The mlr package allows data analysts who are neither experts in machine
learning nor seasoned R programmers to specify complex machine learning experiments in short, succinct and scalable
code.

Experienced programmers, on the other hand, get to wield a large, well-designed
toolbox, which they can easily customize and extend to their needs.

In my presentation I will demonstrate how to perform basic mlr operations like
data import, data pre-processing, model building, performance evaluation and
resampling.
Using these basic building blocks, we will focus on more advanced topics like
benchmarking, model selection and hyper-parameter tuning.

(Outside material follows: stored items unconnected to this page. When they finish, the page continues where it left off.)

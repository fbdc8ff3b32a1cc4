import pg from "pg"
import type Stripe from "stripe"
import { afterAll, beforeAll, beforeEach, describe, expect, it } from "vitest"
import { asWorker, closePools } from "@/db"
import { compareOverage, reportOverage, setSpendingCap, showBilling, startCheckout } from "@/lib/billing"
import { newId } from "@/lib/id"
import { advanceClock, control, customerWithCard } from "../fakes/stripe/subject"
import { stack, takeSettings } from "../support/stack"
import { createSubscriber, type Subscriber, standInClient, until, visit } from "../support/subscriber"

// The ledger has no door for calls of the past, so these are written by the one role that may do anything.
let database: pg.Client

beforeAll(async () => {
  takeSettings()
  database = new pg.Client({ connectionString: stack().databaseUrls.superuser })
  await database.connect()
})

afterAll(async () => {
  await database.end()
  await closePools()
})

beforeEach(() => control({ url: stack().stripeFakeUrl }, "DELETE", "faults"))

const HOUR_MS = 3_600_000
const DAY_S = 86_400

interface Billed {
  subscriber: Subscriber
  customer: string
  clock: string
  /** First instant of the period, and the end of it. */
  start: Date
  end: Date
}

/** An account on Storefront whose period began twenty days ago, allowed 800 US dollars beyond the plan. */
async function billed(): Promise<Billed> {
  const subscriber = await createSubscriber()
  const stripe = standInClient()
  const frozen_time = Math.floor(Date.now() / 1000) - 20 * DAY_S
  const { id: clock } = await stripe.testHelpers.testClocks.create({ frozen_time })
  const { id: customer } = await customerWithCard(stripe, "pm_card_visa", { test_clock: clock })
  await asWorker((trx) =>
    trx
      .updateTable("account")
      .set({ stripe_customer_id: customer })
      .where("id", "=", subscriber.ctx.account_id)
      .execute(),
  )
  const ctx = subscriber.as("owner")
  await visit((await startCheckout({ ctx, input: { plan: "storefront" } })).url, { card: "pays" })
  const { subscription } = await until(async () => {
    const billing = await showBilling({ ctx })
    return billing.subscription ? billing : undefined
  })
  await setSpendingCap({ ctx, input: { overage_cap_minor: 80_000 } })
  const { current_period_start: start, current_period_end: end } = subscription!
  return { subscriber, customer, clock, start, end }
}

/** Writes a call of `units` into the ledger and the counter, as the group commit did at that time. */
async function spend({ subscriber, start, end }: Billed, at: Date, units: number): Promise<void> {
  const { account_id } = subscriber.ctx
  await database.query(
    `insert into usage_event (account_id, at, id, key_id, mode, operation, units, engine_version, request_id)
     values ($1, $2, $3, 'key_test', 'live', 'carbonateCo2', $4, 'test', 'req_test')`,
    [account_id, at, newId("call"), units],
  )
  await database.query(
    `insert into usage_counter (account_id, mode, period_start, period_end, units) values ($1, 'live', $2, $3, $4)
     on conflict (account_id, mode, period_start) do update set units = usage_counter.units + excluded.units`,
    [account_id, start, end, units],
  )
}

/** The first full hour of the period, `hours` later. */
function hourOf({ start }: Billed, hours: number): Date {
  return new Date((Math.floor(start.getTime() / HOUR_MS) + 1 + hours) * HOUR_MS)
}

const minutes = (at: Date, n: number) => new Date(at.getTime() + n * 60_000)
const report = ({ subscriber }: Billed, now = new Date()) =>
  reportOverage({ account_id: subscriber.ctx.account_id, now })

/** What Stripe counts, by the hour. */
async function counted({ customer, start }: Billed): Promise<[string, number][]> {
  const stripe = standInClient()
  const { data: meters } = await stripe.billing.meters.list({ limit: 100 })
  const meter = meters.find((one) => one.event_name === "tarnwright_overage_units") as Stripe.Billing.Meter
  const { data } = await stripe.billing.meters.listEventSummaries(meter.id, {
    customer,
    start_time: Math.floor(start.getTime() / HOUR_MS) * 3600,
    end_time: Math.floor(Date.now() / HOUR_MS) * 3600,
    value_grouping_window: "hour",
    limit: 100,
  })
  return data.reverse().map((one) => [new Date(one.start_time * 1000).toISOString(), one.aggregated_value])
}

describe("units beyond the plan", () => {
  it("are reported by the hour, only those beyond, and billed at the plan's price", async () => {
    const account = await billed()
    await spend(account, minutes(hourOf(account, 1), 10), 49_000)
    await spend(account, minutes(hourOf(account, 2), 10), 3_000)
    await spend(account, minutes(hourOf(account, 2), 50), 1_000)
    await spend(account, minutes(hourOf(account, 5), 0), 7_000)
    await report(account)
    expect(await counted(account)).toEqual([
      [hourOf(account, 2).toISOString(), 3_000],
      [hourOf(account, 5).toISOString(), 7_000],
    ])
    await advanceClock(standInClient(), account.clock, account.end.getTime() / 1000 + 2 * 3600)
    const { data } = await standInClient().invoices.list({ customer: account.customer, limit: 1 })
    // 29 US dollars for the month ahead and 10,000 units at 0.80 a thousand.
    expect(data[0]).toMatchObject({ status: "paid", total: 2900 + 800 })
  })

  it("cost nothing while the plan's own units last", async () => {
    const account = await billed()
    await spend(account, minutes(hourOf(account, 1), 10), 50_000)
    await report(account)
    expect(await counted(account)).toEqual([])
  })

  it("count once however often they are reported", async () => {
    const account = await billed()
    await spend(account, minutes(hourOf(account, 3), 10), 51_000)
    for (let run = 0; run < 3; run += 1) await report(account)
    // As after a crash between the reading and the note that it was delivered.
    await asWorker((trx) =>
      trx
        .updateTable("overage_report")
        .set({ delivered_at: null })
        .where("account_id", "=", account.subscriber.ctx.account_id)
        .execute(),
    )
    await report(account)
    expect(await counted(account)).toEqual([[hourOf(account, 3).toISOString(), 1_000]])
  })

  it("grow with a call that came late into the ledger", async () => {
    const account = await billed()
    await spend(account, minutes(hourOf(account, 3), 10), 51_000)
    await report(account)
    await spend(account, minutes(hourOf(account, 3), 20), 500)
    await report(account)
    expect(await counted(account)).toEqual([[hourOf(account, 3).toISOString(), 1_500]])
  })

  it("reach Stripe in the end when it fails before and after taking them", async () => {
    const account = await billed()
    await spend(account, minutes(hourOf(account, 3), 10), 51_000)
    const path = "/v1/billing/meter_events"
    const fake = { url: stack().stripeFakeUrl }
    await control(fake, "POST", "faults", { kind: "error_before", status: 503, times: 3, path })
    await expect(report(account)).rejects.toThrow("could not be reported")
    await control(fake, "POST", "faults", { kind: "error_after", status: 500, times: 1, path })
    await report(account).catch(() => {})
    await report(account)
    expect(await counted(account)).toEqual([[hourOf(account, 3).toISOString(), 1_000]])
  })

  it("of the piece of an hour before the period's first full one count in that one", async () => {
    const account = await billed()
    await spend(account, minutes(account.start, 0), 50_500)
    await spend(account, minutes(hourOf(account, 0), 5), 100)
    await report(account)
    expect(await counted(account)).toEqual([[hourOf(account, 0).toISOString(), 600]])
  })

  it("are not reported until their calls have settled", async () => {
    const account = await billed()
    const at = minutes(hourOf(account, 3), 10)
    await spend(account, at, 51_000)
    await report(account, minutes(at, 1))
    expect(await counted(account)).toEqual([])
    await report(account, minutes(at, 3))
    expect(await counted(account)).toHaveLength(1)
  })

  it("keep the price of the plan under which they were spent when the plan grows", async () => {
    const account = await billed()
    await spend(account, minutes(hourOf(account, 3), 10), 60_000)
    await report(account)
    await database.query("update subscription set plan = 'brand' where account_id = $1", [
      account.subscriber.ctx.account_id,
    ])
    await spend(account, minutes(hourOf(account, 6), 10), 100_000)
    await report(account)
    expect(await counted(account)).toEqual([[hourOf(account, 3).toISOString(), 10_000]])
  })
})

describe("the comparison with Stripe", () => {
  const mine = async ({ subscriber }: Billed) =>
    (await compareOverage({ now: new Date() })).filter(
      ({ account_id }) => account_id === subscriber.ctx.account_id,
    )

  it("finds nothing when all arrived", async () => {
    const account = await billed()
    await spend(account, minutes(hourOf(account, 3), 10), 51_000)
    await report(account)
    expect(await mine(account)).toEqual([])
  })

  it("names the hour that Stripe took and did not count", async () => {
    const account = await billed()
    await spend(account, minutes(hourOf(account, 3), 10), 51_000)
    const fault = { kind: "meter_async_error", customer: account.customer }
    await control({ url: stack().stripeFakeUrl }, "POST", "faults", fault)
    await report(account)
    const { account_id } = account.subscriber.ctx
    expect(await mine(account)).toEqual([{ account_id, hour: hourOf(account, 3), ours: 1_000, theirs: 0 }])
  })
})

We will also demonstrate how to easily parallelize the most time-consuming
operations in common parallel environments.
The course will end with a short demonstration on how to access the new OpenML
server for open machine learning (http://www.openml.org) which
provides a large repository of benchmark data sets and enables reproducible experiments and meta-analysis.

Participants are encouraged to bring their own laptop to follow the examples on the slides.

## 14 April: Samuel Livingstone (University of Bristol)

### Some things we've learned... about Hamiltonian Monte Carlo

Hamiltonian/Hybrid Monte Carlo (HMC) is a sampling method which has existed for almost 30 years, and recently has become very popular among statisticians, primarily because its efficacy has been shown empirically, statistically oriented tutorials have been written, and general purpose software for its implementation is now available. Comparatively little, however, is understood rigorously about the method. In this talk I'll review HMC, along with some basic concepts in Markov chain theory which are relevant to users of Markov chain Monte Carlo methods. I'll then discuss recent work in which we establish fairly general \pi-irreducibility and geometric ergodicity criteria for the method, giving some basic guidelines on when it should 'work well' for estimating expectations of interest. The results also shed light on how to tune some of the free parameters in the method. If time permits I may also mention some ongoing work on non-Gaussian choices for the distribution of the momentum variable, and how this can either positively or negatively impact performance.

Based on joint work with Michael Betancourt, Simon Byrne
& Mark Girolami.

http://arxiv.org/abs/1601.08057

## 21 April: Arthur Gretton (Gatsby Computational Neuroscience Unit)

## 05 May: Augusto Gerolin (Università di Pisa)

## 12 May: Ajay Jasra (National University of Singapore)

### Multilevel Sequential Monte Carlo Samplers for Normalizing Constants

*joint work with Pierre
Del Moral (INRIA/Bordeaux), Kody Law (Oak ridge) and Yan Zou (NUS)*

This talk considers the sequential Monte Carlo approximation of ratios of normalizing constants associated to posterior distributions which in principle rely on continuum models. Therefore, the Monte Carlo estimation error and the discrete approximation error must be balanced. A multilevel strategy is utilized to substantially reduce the cost to obtain a given error level in the approximation as compared to standard estimators.

Two estimators are considered and relative variance bounds are given.

The theoretical results are numerically illustrated for
the example of identifying a parametrized permeability in an elliptic equation
given point-wise observations of the pressure.